YOUR INSTRUCTIONS:
All entries are to be returned verbatim.

[RECORDS SHOWN — start]

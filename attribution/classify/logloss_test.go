package classify

import (
	"math"
	"testing"
)

// TestLogLossFromLogOdds checks closed forms (analytic): ℓ(y, 0) = log 2;
// ℓ(1, z) = log(1 + e^{−z}), which for z = −800 is 800 to within e^{−800}
// and for z = 40 is e^{−40} to within its square; weights give a weighted
// mean; zero total weight gives NaN.
func TestLogLossFromLogOdds(t *testing.T) {
	for _, tc := range []struct {
		name    string
		y, z, w []float64
		want    float64
	}{
		{"zero log-odds", []float64{1, 0}, []float64{0, 0}, nil, math.Ln2},
		{"confident wrong", []float64{1}, []float64{-800}, nil, 800},
		{"confident wrong, negative", []float64{0}, []float64{800}, nil, 800},
		{"confident right", []float64{1}, []float64{40}, nil, math.Exp(-40)},
		{"weighted", []float64{1, 0}, []float64{0, -800}, []float64{3, 1}, 3 * math.Ln2 / 4},
		{"zero weight ignored", []float64{1, 1}, []float64{0, math.Inf(-1)}, []float64{1, 0}, math.Ln2},
		{"no weight", []float64{1}, []float64{0}, []float64{0}, math.NaN()},
		{"no rows", nil, nil, nil, math.NaN()},
	} {
		got := LogLossFromLogOdds(tc.y, tc.z, tc.w)
		if math.IsNaN(tc.want) {
			if !math.IsNaN(got) {
				t.Errorf("%s: got %v, want NaN", tc.name, got)
			}
			continue
		}
		if math.Abs(got-tc.want) > 1e-15*math.Max(1, tc.want) {
			t.Errorf("%s: got %v, want %v", tc.name, got, tc.want)
		}
	}
}

func TestLogLossFromLogOddsPanics(t *testing.T) {
	defer func() {
		if r := recover(); r == nil {
			t.Error("no panic on mismatched lengths")
		}
	}()
	LogLossFromLogOdds([]float64{1, 0}, []float64{0}, nil)
}

// BenchmarkLogLossFromLogOdds: 160k rows.
func BenchmarkLogLossFromLogOdds(b *testing.B) {
	_, y, z := interactionData(160000, 3, 1)
	for b.Loop() {
		LogLossFromLogOdds(y, z, nil)
	}
}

[RECORDS SHOWN — finish]

SOLUTION TO THE EXERCISE:
filename attribution/classify/logloss_test.go
package classify

import (
	"math"
	"testing"
)

// TestLogLossFromLogOdds checks closed forms (analytic): ℓ(y, 0) = log 2;
// ℓ(1, z) = log(1 + e^{−z}), which for z = −800 is 800 to within e^{−800}
// and for z = 40 is e^{−40} to within its square; weights give a weighted
// mean; zero total weight gives NaN.
func TestLogLossFromLogOdds(t *testing.T) {
	for _, tc := range []struct {
		name    string
		y, z, w []float64
		want    float64
	}{
		{"zero log-odds", []float64{1, 0}, []float64{0, 0}, nil, math.Ln2},
		{"confident wrong", []float64{1}, []float64{-800}, nil, 800},
		{"confident wrong, negative", []float64{0}, []float64{800}, nil, 800},
		{"confident right", []float64{1}, []float64{40}, nil, math.Exp(-40)},
		{"weighted", []float64{1, 0}, []float64{0, -800}, []float64{3, 1}, 3 * math.Ln2 / 4},
		{"zero weight ignored", []float64{1, 1}, []float64{0, math.Inf(-1)}, []float64{1, 0}, math.Ln2},
		{"no weight", []float64{1}, []float64{0}, []float64{0}, math.NaN()},
		{"no rows", nil, nil, nil, math.NaN()},
	} {
		got := LogLossFromLogOdds(tc.y, tc.z, tc.w)
		if math.IsNaN(tc.want) {
			if !math.IsNaN(got) {
				t.Errorf("%s: got %v, want NaN", tc.name, got)
			}
			continue
		}
		if math.Abs(got-tc.want) > 1e-15*math.Max(1, tc.want) {
			t.Errorf("%s: got %v, want %v", tc.name, got, tc.want)
		}
	}
}

func TestLogLossFromLogOddsPanics(t *testing.T) {
	defer func() {
		if r := recover(); r == nil {
			t.Error("no panic on mismatched lengths")
		}
	}()
	LogLossFromLogOdds([]float64{1, 0}, []float64{0}, nil)
}

// BenchmarkLogLossFromLogOdds: 160k rows.
func BenchmarkLogLossFromLogOdds(b *testing.B) {
	_, y, z := interactionData(160000, 3, 1)
	for b.Loop() {
		LogLossFromLogOdds(y, z, nil)
	}
}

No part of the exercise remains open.